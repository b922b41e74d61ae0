/** Piecewise polynomials behind the member diagrams: integration with steps, evaluation, exact extremes. */
import { describe, it, expect } from "vitest";
import { evaluate, extrema, fromGlobalPolynomial, integrate, segmentOf, zeroPiecewise } from "@/lib/engine/piecewise";
import { expectClose } from "./helpers";

describe("piecewise polynomials", () => {
  it("integrates with steps at the breaks and evaluates either side of them", () => {
    const breaks = Float64Array.of(0, 1, 3);
    const q = zeroPiecewise(breaks);
    q.coeffs.forEach((c) => (c[0] = -2)); // uniform −2
    const V = integrate(q, 5, Float64Array.of(0, -1)); // V(0) = 5, step −1 at x = 1
    expectClose(evaluate(V, 1, "left"), 3);
    expectClose(evaluate(V, 1, "right"), 2);
    expectClose(evaluate(V, 3), -2);
    const M = integrate(V, 0);
    // ∫₀³ V = [5x − x²]₀³ − 1·(3 − 1) = 6 − 2 = 4
    expectClose(evaluate(M, 3), 4);
  });

  it("finds every stationary point of a quintic exactly, matching a brute-force search", () => {
    // P'(x) = (x − 0.1)(x − 0.4)(x − 0.7)(x − 0.9); P(x) = ∫₀ˣ P'.
    const roots = [0.1, 0.4, 0.7, 0.9];
    let dp = [1];
    for (const r of roots) dp = [...dp.map((v) => -r * v), 0].map((v, i) => v + (i > 0 ? dp[i - 1] : 0));
    const p = [0, ...dp.map((v, i) => v / (i + 1))];
    const pp = fromGlobalPolynomial(p, Float64Array.of(0, 0.55, 1));
    const { max, min } = extrema(pp);
    let bruteMax = -Infinity;
    let bruteMin = Infinity;
    for (let i = 0; i <= 200_000; i++) {
      const v = evaluate(pp, i / 200_000);
      bruteMax = Math.max(bruteMax, v);
      bruteMin = Math.min(bruteMin, v);
    }
    expect(max.value).toBeGreaterThanOrEqual(bruteMax - 1e-15);
    expect(min.value).toBeLessThanOrEqual(bruteMin + 1e-15);
    for (const e of [max, min]) {
      const nearest = [0, ...roots, 1].reduce((a, b) => (Math.abs(b - e.x) < Math.abs(a - e.x) ? b : a));
      expect(Math.abs(nearest - e.x)).toBeLessThan(1e-9);
    }
  });

  it("has one coefficient array per segment, and picks the segment to the right of a break unless told left", () => {
    const breaks = Float64Array.of(0, 1, 3, 4);
    expect(zeroPiecewise(breaks).coeffs.length).toBe(3);
    expect(integrate(zeroPiecewise(breaks), 0).coeffs.length).toBe(3);
    expect([0, 0.5, 1, 2, 3, 4, -1, 9].map((x) => segmentOf(breaks, x))).toEqual([0, 0, 1, 1, 2, 2, 0, 2]);
    expect([0, 0.5, 1, 2, 3, 4].map((x) => segmentOf(breaks, x, "left"))).toEqual([0, 0, 0, 1, 1, 2]);
    // A step of −1 at x = 1: evaluate takes the right-hand value by default.
    const V = integrate(zeroPiecewise(Float64Array.of(0, 1, 3)), 5, Float64Array.of(0, -1));
    expect([evaluate(V, 1), evaluate(V, 1, "right"), evaluate(V, 1, "left")]).toEqual([4, 4, 5]);
  });

  // Stationary points by calculus (common practice): the extremes of a polynomial on an interval lie at its ends or
  // where its derivative is zero. Each polynomial below is built from its derivative, whose roots are known.
  const poly = (derivative: number[]) => [0, ...derivative.map((v, i) => v / (i + 1))];
  const valueOf = (p: number[], x: number) => p.reduce((sum, c, i) => sum + c * x ** i, 0);

  it("finds a stationary point that bisection hits exactly, where the derivative has no other real root", () => {
    // P′ = (x − ½)((x − ½)² + 1) = x³ − 1.5x² + 1.75x − 0.625: one real root, at ½, the first midpoint tried;
    // P″ = 3x² − 3x + 1.75 has no real root. P(½) = −0.140625, P(0) = P(1) = 0.
    const p = poly([-0.625, 1.75, -1.5, 1]);
    const { max, min } = extrema(fromGlobalPolynomial(p, Float64Array.of(0, 1)));
    expect(min).toEqual({ value: -0.140625, x: 0.5 });
    // The largest value is reached at both ends; the first one along the member is reported.
    expect(max).toEqual({ value: 0, x: 0 });
  });

  it("finds the minimum of (x − ½)⁴, where the derivative has a triple root", () => {
    // P = (x − ½)⁴/4: P′ = (x − ½)³, P″ = 3(x − ½)² (a double root, discriminant exactly 0).
    const p = [0.015625, -0.125, 0.375, -0.5, 0.25];
    const { max, min } = extrema(fromGlobalPolynomial(p, Float64Array.of(0, 1)));
    expect(min).toEqual({ value: 0, x: 0.5 });
    expect(max).toEqual({ value: 0.015625, x: 0 });
  });

  it("finds every stationary point of a quartic whose derivative's turning points come out of the quadratic formula in descending order", () => {
    // P′ = (x − 0.1)(x − 0.5)(x − 0.8) = x³ − 1.4x² + 0.53x − 0.04; P″ = 3x² − 2.8x + 0.53 (its linear coefficient
    // is negative, so the stable quadratic formula gives the larger root first).
    const p = poly([-0.04, 0.53, -1.4, 1]);
    const whole = extrema(fromGlobalPolynomial(p, Float64Array.of(0, 1)));
    expectClose(whole.min.x, 0.1, 1e-12);
    expectClose(whole.min.value, valueOf(p, 0.1), 1e-12);
    expect(whole.max).toEqual({ value: evaluate(fromGlobalPolynomial(p, Float64Array.of(0, 1)), 1), x: 1 });
    // On [0.3, 0.9] (two segments) the local maximum at 0.5 and the local minimum at 0.8 are the extremes.
    const inner = extrema(fromGlobalPolynomial(p, Float64Array.of(0.3, 0.6, 0.9)));
    expectClose(inner.max.x, 0.5, 1e-12);
    expectClose(inner.max.value, valueOf(p, 0.5), 1e-12);
    expectClose(inner.min.x, 0.8, 1e-12);
    expectClose(inner.min.value, valueOf(p, 0.8), 1e-12);
  });

  it("reports the first position of a constant's value, on every segment", () => {
    const pp = fromGlobalPolynomial([-2.5], Float64Array.of(0, 1, 2.5));
    expect(extrema(pp)).toEqual({ max: { value: -2.5, x: 0 }, min: { value: -2.5, x: 0 } });
  });
});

++++++++++

Work item.
One line above contains "Float64Array.of(0, 1, 2.5));". Output that line and each one after it, word for word, and nothing else.

Expected answer.
    const pp = fromGlobalPolynomial([-2.5], Float64Array.of(0, 1, 2.5));
    expect(extrema(pp)).toEqual({ max: { value: -2.5, x: 0 }, min: { value: -2.5, x: 0 } });
  });
});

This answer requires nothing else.